By Karen Angelo
Exercise Physiology senior Hailey Tompkins ran alongside 9-year-old Declan Wilkins of Lowell, giving him tips as he cautiously pedaled his bicycle.
“My rider was extremely timid, but by the end of the week he was able to go bursts of time where he was riding his bike without any help,” says Tompkins, one of 52 exercise physiology students who recently volunteered to teach children, teens and young adults with disabilities how to ride a bike.
Run by the non-profit organization iCan Shine, the one-week bike camp is the service-learning component of the advanced study course taught by Exercise Physiology Asst. Prof. Yi-Ning Wu.
“This bike camp is a great fit for our advanced study course because it aligns perfectly with the content of the class, which is exercise for people with special needs such as stroke, cerebral palsy, Down syndrome and autistic spectrum disorder,” Wu says. “This experiential learning reinforces how to interact with individuals with special needs and their caregivers during exercise.”
The students applied their exercise physiology skills by making assessments on the spot and giving advice.

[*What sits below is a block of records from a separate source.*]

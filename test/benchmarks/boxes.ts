import { boxesOf } from '@/services/receiver/coverage/boxes';
import { parseDesign } from '@/services/receiver/parse';
import { prepared } from '@/services/receiver/survey';
import { aSet, aSolenoid } from '../unit/receiver/builders';
import { coveredByHand, type BareSet } from './boxes-by-hand';
import { heading, heapGrowth, line, rates, thousands } from './measure';

const BOXES = 200000;
const MEGA = 1e6;

function bare(cTol: number): BareSet {
  return {
    lo: 526500,
    hi: 1606500,
    aerial: { r: 41, l: 2e-5, c: 2e-10, cTol },
    coupling: 1.2e-11,
    coil: { l: 2.05e-4, tol: 0.06, q: 140, cSelf: 6e-12 },
    min: { c: 3e-11, tol: 0.25 },
    max: { c: 4.5e-10, tol: 0.1 },
    stray: 4e-12,
    cj: 8e-13,
  };
}

function planOfBare({ aerial, coil, min, max }: BareSet, dist: 'normal' | 'uniform' = 'normal') {
  const set = aSet({
    aerial: {
      kind: 'circuit',
      r: 1,
      l: aerial.l,
      c: aerial.cTol === 0 ? aerial.c : { nominal: aerial.c, tol: aerial.cTol },
      effectiveHeight: 6,
    },
    coil: { kind: 'measured', l: { nominal: coil.l, tol: coil.tol, dist }, q: coil.q, cSelf: coil.cSelf },
    tuning: {
      kind: 'capacitor',
      min: { nominal: min.c, tol: min.tol },
      max: { nominal: max.c, tol: max.tol },
      law: 'capacitance',
    },
  });
  return prepared(parseDesign(set)).plan;
}

/** Monte Carlo: the engine against a loop written for one circuit, and the engine on what has no closed form. */
export async function boxBenchmarks(): Promise<void> {
  heading('Monte Carlo, ends a second (two a box)');
  for (const [what, cTol] of [
    ['coil and capacitor drawn', 0],
    ['aerial drawn as well', 0.3],
  ] as const) {
    const set = bare(cTol);
    const plan = planOfBare(set);
    let own = 0;
    let hand = 0;
    const [ours = NaN, theirs = NaN] = rates(
      2 * BOXES,
      () => (own = boxesOf(plan, { seed: 1, boxes: BOXES, confidence: 0.95 }).covered),
      () => (hand = coveredByHand(set, 1, BOXES)),
    );
    const same = own === hand ? 'the same boxes cover' : `covered ${own} and ${hand}`;
    line(
      `one node, ${what}`,
      thousands(ours),
      `by hand ${thousands(theirs)}, ratio ${(ours / theirs).toFixed(2)}, ${same}`,
    );
  }
  const general = [
    ['solenoid whose former is drawn', aSet({ coil: { ...aSolenoid, formerDiameter: { nominal: 0.05, tol: 0.02 } } })],
    [
      'two taps, stray drawn',
      aSet({
        coil: { ...aSolenoid, taps: { aerial: 12, detector: 30 } },
        coupling: { kind: 'aerial-tap' },
        detectorAt: 'tap',
        stray: { nominal: 8e-12, tol: 0.5 },
      }),
    ],
  ] as const;
  for (const [what, design] of general) {
    const { plan } = prepared(parseDesign(design));
    const [rate = NaN] = rates(2 * 20000, () => boxesOf(plan, { seed: 1, boxes: 20000, confidence: 0.95 }));
    line(what, thousands(rate));
  }
  heading('Heap growth of warm loops, bytes a box, and collections of short-lived numbers meanwhile');
  const [, tapped] = general;
  const loops = [
    ['one node, all drawn uniformly', planOfBare(bare(0.3), 'uniform')],
    ['one node, the coil drawn normally', planOfBare(bare(0.3))],
    ['two taps, through the solver', prepared(parseDesign(tapped[1])).plan],
  ] as const;
  for (const [what, plan] of loops) {
    const { bytes, collections } = await heapGrowth(MEGA, () =>
      boxesOf(plan, { seed: 1, boxes: MEGA, confidence: 0.95 }),
    );
    line(`${what}, a million boxes`, bytes.toFixed(3), `${collections} collections`);
  }
}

“By assessing any physiological issues the riders were encountering, I got the best out of my rider,” says Exercise Physiology major Louis Tarantino. “I was better able to alter or cue my rider based on his body and motions because of my education, allowing me to be more comfortable with my rider as he developed the skills to ride.”

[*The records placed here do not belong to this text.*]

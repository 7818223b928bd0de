'use client';

import { PlainPage } from '@/components/shell/plain-page';
import { Button } from '@/components/ui/button';
import { LinkButton } from '@/components/ui/link-button';

/** A crash: what was written is safe, since every change is whole or not at all. */
export default function Crash({ error, reset }: { error: Error & { digest?: string }; reset: () => void }) {
  return (
    <PlainPage title="Something broke on our side" drawing="tool">
      <p>Nothing you saved is lost. Try again; if it breaks again, tell us the number below and what you were doing.</p>
      {error.digest && (
        <p>
          Number of this fault: <b className="font-figures">{error.digest}</b>
        </p>
      )}
      <p className="flex flex-wrap gap-3">
        <Button variant="primary" onClick={reset}>
          Try again
        </Button>
        <LinkButton href="/">To the shop</LinkButton>
      </p>
    </PlainPage>
  );
}
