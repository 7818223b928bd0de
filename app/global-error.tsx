'use client';

import { faces } from '@/components/fonts';
import './globals.css';

/** The last net, for a fault in the root layout itself: no components, only words in the yard's own faces. */
export default function GlobalCrash({ reset }: { error: Error; reset: () => void }) {
  return (
    <html lang="en" className={faces}>
      <body>
        <title>Something broke: Coilyard</title>
        <main data-theme="light" className="mx-auto max-w-page px-4 py-16 sm:px-6">
          <h1 className="font-display text-page">Something broke on our side</h1>
          <p className="mt-4 mb-5 text-lead">Nothing you saved is lost. Try again in a moment.</p>
          <button
            type="button"
            onClick={reset}
            className="min-h-target rounded-control bg-plate px-5 font-bold text-on-enamel shadow-lip"
          >
            Try again
          </button>
        </main>
      </body>
    </html>
  );
}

Once her rider was on a two-wheeled bike, student Ashley Michals could see the imbalance between his two sides.
“My rider would tip his whole body to turn, so cues like ‘tighten your belly!’ worked much better than telling him to straighten his back,” she says. “Knowing the muscle groups and angles definitely helped me provide these cues.”
Pediatric and Neurological Specialist Mary Evans of Emerson Hospital’s Center for Sports and Sports Therapies, who organized the camp and worked with the exercise physiology students, appreciated the energy and compassion the students brought to the riders.
“The students from UMass Lowell were reliable, energetic and fun,” she says. “I noticed that when they engaged with the campers, they treated them with respect, which was especially helpful for the teenage and young adult riders.”
Bigger than Bike Riding
During the week, the students witnessed the campers gain confidence and independence.
“They were not just learning to ride a bike,” says Michals. “They were learning how to be independent and face their fears in other aspects of their lives as well by learning a skill that they had struggled with before.”
Tarantino says the experience shed light on the capability and potential of people with disabilities.
“They may learn in a different manner or environment, but they can do it,” he says.